Oct 28 '21 19:10 cmungall

hard to mentally reason over - logic is separated across ad-hoc filters on OPs, various pre-processing steps, property chains stored centrally in GO

The property chains are in RO, right? (although I think Uberon adds some itself). Filters and pre-processing seems to apply to all approaches.

Hard to 'customize'. E.g. GO may want to include occurs_in when making their subsets

One note on this: this is effectively included in the subset computation, because any existential to an unsatisfiable class is unsatisfiable. But it's not included in "normal" reasoning tasks checking the regular ontology classification. The subset computation is more aggressive.

Oct 28 '21 19:10 balhoff

@cmungall - your graph strategy looks reasonable to me.
@balhoff good point on how aggressive trimming is with the current strategy.

It would be good to see a side-by-side comparison. How many additional unwanted classes make it through if we switch to the graph-based approach? Maybe we could compare on the previous Uberon release?

It looks like the process with unsatisfiables will never scale, even with ELK, but I wonder if we can get a better sense of scaling with by running some tests with stripped down OWL files as input.
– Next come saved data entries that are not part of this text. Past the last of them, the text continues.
impl Domain for FieldPoint {
    type Value = Element;
    const UNSET: Element = Element { re: u64::MAX, im: 0 };
    // A denominator vanishes, or the field lacks the root.
    const NOWHERE: Element = Element { re: u64::MAX - 1, im: 0 };
    const PLANNED: bool = true;
    const ZERO: Element = Element::ZERO;

    #[inline]
    fn exists(v: Element) -> bool {
        v.re < u64::MAX - 1
    }

    fn plus(&self, a: Element, b: Element) -> Element {
        self.field.add2(a, b)
    }

    fn times(&self, a: Element, count: i64) -> Element {
        if count == 1 { a } else { self.field.scale2(a, self.field.residue(count.unsigned_abs())) }
    }

    fn near(&self) -> bool {
        self.point.near
    }

    fn symbolic_sum(&self, at: Place<'_>, e: Expr) -> Element {
        if at.notes.note(e).free != 0 {
            return NOWHERE;
        }
        self.seeded(&[at.arena.key(e), 0x5])
    }

    fn compute(&self, at: Place<'_>, values: &Values<Element>, e: Expr, env: &Env) -> Element {
        let f = &*self.field;
        if let Some(p) = at.notes.plan(e) {
            return self.planned(at, values, e, p).unwrap_or(NOWHERE);
        }
        match at.arena.node(e) {
            Node::Number(r) => number(f, r),
            Node::Pi => self.pi(),
            Node::Undefined => NOWHERE,
            Node::Symbol(s) => match level(at.arena, *s).and_then(|k| env[k]) {
                Some(v) => number(f, &Rational::integer(v)),
                None => self.atom(at, e, env),
            },
            Node::Jet(..) | Node::Member { .. } => self.atom(at, e, env),
            Node::Sum(k, terms) => {
                let mut s = if k.is_zero() { Element::ZERO } else { number(f, k) };
                for (x, c) in terms.iter() {
                    let v = values.get(*x);
                    if !exists(v) || !exists(s) {
                        return NOWHERE;
                    }
                    s = match c.to_i64() {
                        Some(1) => f.add2(s, v),
                        Some(-1) => f.sub2(s, v),
                        _ => match residue(f, c) {
                            Some(c) => f.add2(s, f.scale2(v, c)),
                            None => return NOWHERE,
                        },
                    };
                }
                s
            }
            Node::Product(list) => {
                let (mut num, mut den) = (Element::ONE, Element::ONE);
                let mut inverted = false;
                for (b, r) in list.iter() {
                    let v = values.get(*b);
                    let Some(k) = r.to_i64().filter(|_| exists(v)) else { return NOWHERE };
                    let power = f.pow2(v, k.unsigned_abs());
                    if k < 0 {
                        den = f.mul2(den, power);
                        inverted = true;
                    } else {
                        num = f.mul2(num, power);
                    }
                }
                if !inverted {
                    num
                } else if den.is_zero() {
                    NOWHERE
                } else {
                    f.mul2(num, f.inv2(den))
                }
            }
            Node::Call(g, args) => self.call(values, *g, args).unwrap_or(NOWHERE),
            Node::Unspecified { function, index: i, orders, args } => {
                let name = super::assumptions::atom_key;
                let near = |k: Option<i64>| if self.point.near { shared(at.arena, *function, k) } else { k };
                let key = match i.map(|i| index(at.arena, i, env)) {
                    None => name(at.arena, *function, near(None), 0),
                    Some(Index::At(k)) => name(at.arena, *function, near(Some(k)), 0),
                    Some(Index::Free(k)) => k ^ name(at.arena, *function, None, 0).rotate_left(7),
                };
                let mut words = vec![key, 0xF];
                words.extend(orders.iter().map(|o| *o as u64));
                for a in args.iter() {
                    let v = values.get(*a);
                    if !exists(v) {
                        return NOWHERE;
                    }
                    words.extend([v.re, v.im]);
                }
                self.seeded(&words)
            }
            // A power always has a plan.
            Node::Power(..) => NOWHERE,
            Node::Bound { .. } => self.symbolic_sum(at, e),
        }
    }
}

/// Whether there is a value.
pub(crate) fn exists(v: Element) -> bool {
    FieldPoint::exists(v)
}
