#[cfg(test)]
mod tests {
    use super::*;

    struct Chain {
        arena: Arena,
        x: Symbol,
        q: Coordinate,
        k: Symbol,
        budget: Budget,
    }

    fn chain(n: i64) -> Chain {
        let mut arena = Arena::new();
        let x = arena.symbol("x", None, Role::Coordinate);
        let k = arena.symbol("k", None, Role::Index);
        Chain { x, k, q: Coordinate::family(x, k, 1, n), arena, budget: Budget::new(1 << 20) }
    }

    impl Chain {
        fn at(&mut self, i: Expr, shift: i64) -> Expr {
            let s = self.arena.integer(shift);
            let i = self.arena.add(i, s);
            self.arena.member(self.x, i, 0)
        }

        /// The sum over `i` from 1 to n − 1 of (x[i+1] − x[i])²/2.
        fn springs(&mut self, n: i64) -> Expr {
            let i = self.arena.symbol("i", None, Role::Index);
            let ie = self.arena.sym(i);
            let (a, b) = (self.at(ie, 1), self.at(ie, 0));
            let d = self.arena.sub(a, b);
            let d = self.arena.pow(d, 2);
            let d = self.arena.scale(d, &Rational::HALF);
            let (lo, hi) = (self.arena.integer(1), self.arena.integer(n - 1));
            self.arena.bound(i, lo, hi, d, &mut self.budget).unwrap()
        }
    }

    #[test]
    fn a_chain_has_three_forms() {
        let mut c = chain(10_000);
        let e = c.springs(10_000);
        let forms = derivative(&mut c.arena, e, &c.q.clone(), 0, &mut c.budget).unwrap();
        let ranges: Vec<_> = forms.iter().map(|f| f.range.unwrap()).collect();
        assert_eq!(ranges, [(1, 1), (2, 9999), (10_000, 10_000)]);
        // Inside: 2 x[k] − x[k−1] − x[k+1].
        let k = c.arena.sym(c.k);
        let (l, m, r) = (c.at(k, -1), c.at(k, 0), c.at(k, 1));
        let want = c.arena.linear(&[(m, Rational::integer(2)), (l, Rational::MINUS_ONE), (r, Rational::MINUS_ONE)]);
        assert_eq!(forms[1].expr, want);
        // The first: x[1] − x[2].
        let (one, two) = (c.arena.integer(1), c.arena.integer(2));
        let (x1, x2) = (c.at(one, 0), c.at(two, 0));
        let want = c.arena.sub(x1, x2);
        assert_eq!(forms[0].expr, want);
    }

    #[test]
    fn a_single_member_is_its_own_form() {
        let mut c = chain(100);
        let five = c.arena.integer(5);
        let x5 = c.at(five, 0);
        let e = c.arena.pow(x5, 2);
        let forms = derivative(&mut c.arena, e, &c.q.clone(), 0, &mut c.budget).unwrap();
        let ranges: Vec<_> = forms.iter().map(|f| f.range.unwrap()).collect();
        assert_eq!(ranges, [(1, 4), (5, 5), (6, 100)]);
        assert_eq!(forms[0].expr, Arena::ZERO);
        let want = c.arena.scale(x5, &Rational::integer(2));
        assert_eq!(forms[1].expr, want);
    }

    #[test]
    fn pairs_keep_sums_on_both_sides() {
        // Σᵢ Σⱼ>ᵢ x[i] x[j]: the derivative by x[k] is the sum of all others.
        let mut c = chain(100);
        let (i, j) = (c.arena.symbol("i", None, Role::Index), c.arena.symbol("j", None, Role::Index));
        let (ie, je) = (c.arena.sym(i), c.arena.sym(j));
        let (xi, xj) = (c.at(ie, 0), c.at(je, 0));
        let p = c.arena.mul(xi, xj);
        let one = c.arena.integer(1);
        let lo = c.arena.add(ie, one);
        let (n, n1) = (c.arena.integer(100), c.arena.integer(99));
        let inner = c.arena.bound(j, lo, n, p, &mut c.budget).unwrap();
        let e = c.arena.bound(i, one, n1, inner, &mut c.budget).unwrap();
        let forms = derivative(&mut c.arena, e, &c.q.clone(), 0, &mut c.budget).unwrap();
        let first = forms.iter().find(|f| f.range == Some((1, 1))).expect("the first end");
        let two = c.arena.integer(2);
        let body = c.at(ie, 0);
        let want = c.arena.bound(i, two, n, body, &mut c.budget).unwrap();
        assert_eq!(first.expr, want);
        let middle = forms.iter().find(|f| f.range.is_some_and(|(a, b)| a < 50 && 50 < b)).expect("the middle");
        assert_eq!(arena_sums(&c.arena, middle.expr), 2);
    }

    fn arena_sums(arena: &Arena, e: Expr) -> usize {
        let mut n = 0;
        arena.visit(e, &mut |_, node| n += matches!(node, Node::Bound { .. }) as usize);
        n
    }
}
I appreciate that we're resource constrained right now for running these tests (unless someone in Chris's group can take this on). I think it's something that devs in my group could work on in the new year. Can we get by for now? Does anyone have a juiced up machine or access to a cluster we could use to run the current release?

Oct 29 '21 10:10 dosumis

@dosumis if you want @shawntanzk, @anitacaron and me to act on this, we need some specific instructions as it will fall to @anitacaron to take the bulk of this work, and it will occupy her for a few weeks (given she only has a few hours a week to dedicate to this project I mean).

From the meeting I gather we need to:

[ ] Decide who should document, and where the documentation lives
[ ] Decide on the curation strategy (how do we get the taxon constraints into the ontologies)
[ ] Decide on the technical strategy to materialise the logical constraints (DOSDP vs SPARQL)
[ ] Decide on the technical strategy on extracting taxon views on the basis of these constraints

@shawntanzk I think we can handle this after all, its just going to be a slow process. If you want, you can put it up on the board again for next week.

Nov 08 '21 21:11 matentzn

For the graph strategy, it is easy to explore this using the existing ubergraph instance, which includes relation-graph inferences

See this query: https://api.triplydb.com/s/8hs8rvxj3

Which is hardcoded to return classes EXCLUDED from a human view

Scroll up for an explanation of the query

Note that for demonstrative purposes, this is highly aggressive. For example, annotation shortcuts like spatially-disjoint-with are treated like any other triples in relation-graph (we should exclude not owl entailed NG in query). If there were homology assertions in any ontology, these would also be propagated over. However, it is trivial to exclude these either at sparql time or as a post-processing step

Nov 08 '21 21:11 cmungall

I introduced some steps to run RG-based taxon checks into the Makefile here #2160

This is NOT yet part of any build dependency. It also not fully tested. It relies on certain assumptions such that TCs in external ontologies use RO:0002161 triples for never-in-taxon.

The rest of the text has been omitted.